Le Vatican est un tout petit État rempli de secrets. Le pape François est mort, ce lundi 21 avril dans la matinée, à l'âge de 88 ans. Lors de son pontificat qui aura duré 12 ans, un «scandale» de corruption a secoué le Vatican, ce qui a conduit à l’ouverture d’un procès inédit en 2021. Dans les faits, Giovanni Angelo Becciu, ancien cardinal et proche du souverain pontife, est impliqué dans une affaire de financement opaque, alors qu’il était numéro 2 de la secrétairerie d’État, explique Vanity Fair.

Deux ans auparavant, des doutes ont surgi quand la justice du Vatican s’est penchée sur l’investissement de plus de 150 millions d’euros de la part du dicastère dans un immeuble, à Londres, en 2012. Les chefs d’accusation sont alors détournement de fonds, abus de pouvoir et subornation de témoin. Giovanni Angelo Becciu clame son innocence et s’estime «victime d’un complot», rapporte Le Monde.
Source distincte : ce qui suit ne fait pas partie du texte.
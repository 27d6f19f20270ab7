package dev.sheaf.miner.mine;

import static org.junit.jupiter.api.Assertions.assertEquals;
import static org.junit.jupiter.api.Assertions.assertThrows;
import static org.junit.jupiter.api.Assertions.assertTrue;

import java.util.Random;
import org.junit.jupiter.params.ParameterizedTest;
import org.junit.jupiter.params.provider.CsvSource;
import org.junit.jupiter.api.Test;

/** Every association measure on published worked examples (sources as ../shared/CHECKS.md lists them). */
class AssociationTest {
    private static final long N_MS = 14_307_668L;

    @Test
    void tScoreOfNewCompanies() {
        // Manning & Schütze 1999, Foundations of Statistical NLP, §5.3.1 [pub]: t = 0.999932
        assertEquals(0.999932, Association.tScore(8, 15_828, 4_675, N_MS), 5e-7);
    }

    @Test
    void pearsonChiSquareOfNewCompanies() {
        // M&S 1999 §5.3.3 [pub]: χ² = 1.55
        assertEquals(1.55, Association.chiSquare(8, 15_828, 4_675, N_MS), 0.005);
    }

    @ParameterizedTest(name = "PMI c1={1} c2={2} c12={0} = {3} bits")
    @CsvSource({
        // M&S 1999 §5.4 [pub]: "Ayatollah Ruhollah" 18.38 bits, "time last" 0.29 bits, sparse row 14.46 bits
        "20, 42, 20, 18.38",
        "20, 15019, 15629, 0.29",
        "1, 106, 6, 14.46"})
    void pmiOfTheBookRows(long c12, long c1, long c2, double bits) {
        assertEquals(bits, Association.pmi(c12, c1, c2, N_MS), 0.005);
    }

    @ParameterizedTest(name = "-2 log lambda c1={0} c2={1} c12={2} = {3}")
    @CsvSource({
        // M&S 1999 Table 5.12 (exact recomputation; the book's printed first row differs) [pub]+[comp];
        // the table prints two decimals, so the tolerance is half a unit in the last place.
        "12593, 932, 150, 1291.32",
        "379, 932, 10, 100.50",
        "932, 934, 10, 82.38",
        "932, 3424, 13, 80.37",
        "932, 291, 6, 57.29"})
    void logLikelihoodRatioOfTable512(long c1, long c2, long c12, double expected) {
        assertEquals(expected, Association.logLikelihood(c12, c1, c2, N_MS), 0.005);
    }

    @Test
    void pmiAndNpmiOnTheDistributionExample() {
        // Wikipedia "Pointwise mutual information" worked example [pub]: p(0,0)=.1, p(0,1)=.7,
        // p(1,0)=.15, p(1,1)=.05, as counts out of 20: c(0,0)=2, c(0,1)=14, c(1,0)=3, c(1,1)=1,
        // so c(x=0)=16, c(y=0)=5, c(y=1)=15. pmi(0,0) = -1, pmi(0,1) = 0.222392 bits;
        // npmi(0,1) = 0.432188 (NPMI per Bouma 2009 [comp]).
        assertEquals(-1.0, Association.pmi(2, 16, 5, 20), 1e-12);
        assertEquals(0.222392, Association.pmi(14, 16, 15, 20), 5e-7);
        assertEquals(0.432188, Association.npmi(14, 16, 15, 20), 5e-7);
    }

    @Test
    void npmiBounds() {
        // Bouma 2009, GSCL, "Normalized (pointwise) mutual information in collocation extraction" [pub]:
        // never together -1, independent 0, always together +1.
        assertEquals(-1.0, Association.npmi(0, 10, 10, 100));
        assertEquals(0.0, Association.npmi(10, 100, 100, 1000), 1e-15);
        assertEquals(1.0, Association.npmi(37, 37, 37, 1000), 1e-15);
        assertTrue(Association.npmi(37, 37, 37, 1000) <= 1.0, "clamped");
    }

    @Test
    void measuresAreExactlyZeroAtIndependence() {
        // c12·n = c1·c2 exactly: every measure of dependence must vanish without rounding noise
        assertEquals(0.0, Association.pmi(10, 100, 100, 1000));
        assertEquals(0.0, Association.tScore(10, 100, 100, 1000));
        assertEquals(0.0, Association.chiSquare(10, 100, 100, 1000));
        assertEquals(0.0, Association.logLikelihood(10, 100, 100, 1000), 1e-12);
    }

    @Test
    void equalCountsGiveBitIdenticalScoresAndTheTableIsSymmetric() {
        Random r = new Random(7);
        for (int i = 0; i < 10_000; i++) {
            long n = 1 + r.nextInt(50_000_000);
            long c1 = 1 + (long) (r.nextDouble() * n);
            long c2 = 1 + (long) (r.nextDouble() * n);
            long c12 = 1 + (long) (r.nextDouble() * Math.min(c1, c2));
            c12 = Math.min(c12, Math.min(c1, c2));
            double g = Association.logLikelihood(c12, c1, c2, n);
            assertEquals(Double.doubleToRawLongBits(g), Double.doubleToRawLongBits(Association.logLikelihood(c12, c1, c2, n)));
            assertEquals(g, Association.logLikelihood(c12, c2, c1, n), Math.abs(g) * 1e-12 + 1e-9);
            assertEquals(Association.pmi(c12, c1, c2, n), Association.pmi(c12, c2, c1, n), 1e-12);
            assertTrue(g >= -1e-9, "G² is never negative: " + g);
            double npmi = Association.npmi(c12, c1, c2, n);
            assertTrue(npmi >= -1 && npmi <= 1);
        }
    }

    @Test
    void impossibleCountsAreAProgrammingError() {
        var e = assertThrows(IllegalArgumentException.class, () -> Association.pmi(5, 4, 10, 100));
        assertTrue(e.getMessage().contains("c12=5"), e.getMessage());
        assertThrows(IllegalArgumentException.class, () -> Association.tScore(0, 4, 10, 100));
    }
}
Or, les faits sont confirmés par le pape François. «On a fait des choses qui n’étaient pas propres», déclarait-il en 2019.

22 millions d’euros saisis sur fond de transferts douteux

Après ce scandale et l’affaire des fuites appelées «Vatileaks» avec notamment des trafics d’influence et des détournements de fonds, le pape François souhaite lancer des réformes pour plus de transparence dans les finances du Vatican. Cette volonté a été marquée par la création d’un secrétariat de l’économie en 2014, puis par la fermeture de 5 000 comptes suspects dans la Banque du Vatican, ainsi que l’encadrement des appels d’offres. Dans le même temps, le Vatican a dû s’adapter aux règles de l’Union européenne en matière de blanchiment d’argent. En effet, en 2010, une enquête du parquet de Rome est ouverte sur la Banque du Vatican. Résultat : 22 millions d’euros sont saisis sur fond de transferts douteux.

Le patrimoine de ce petit État, constitué surtout de nombreux trésors culturels mais aussi d’investissements dans des entreprises ou l’immobilier, attire particulièrement l’attention sur la nature exacte de chaque mouvement d’argent. Néanmoins, lancer des réformes se révèle être une chose ardue au Vatican. Le projet de Jorge Mario Bergoglio, de son vrai nom, a été un combat de tous les instants. Et pour cause, «ses ennemis sont notamment les conservateurs américains qui ne l’aiment pas car il serait trop moderne, trop de gauche», révélait le journaliste italien Gianluigi Nuzzi dans son livre intitulé Jugement dernier.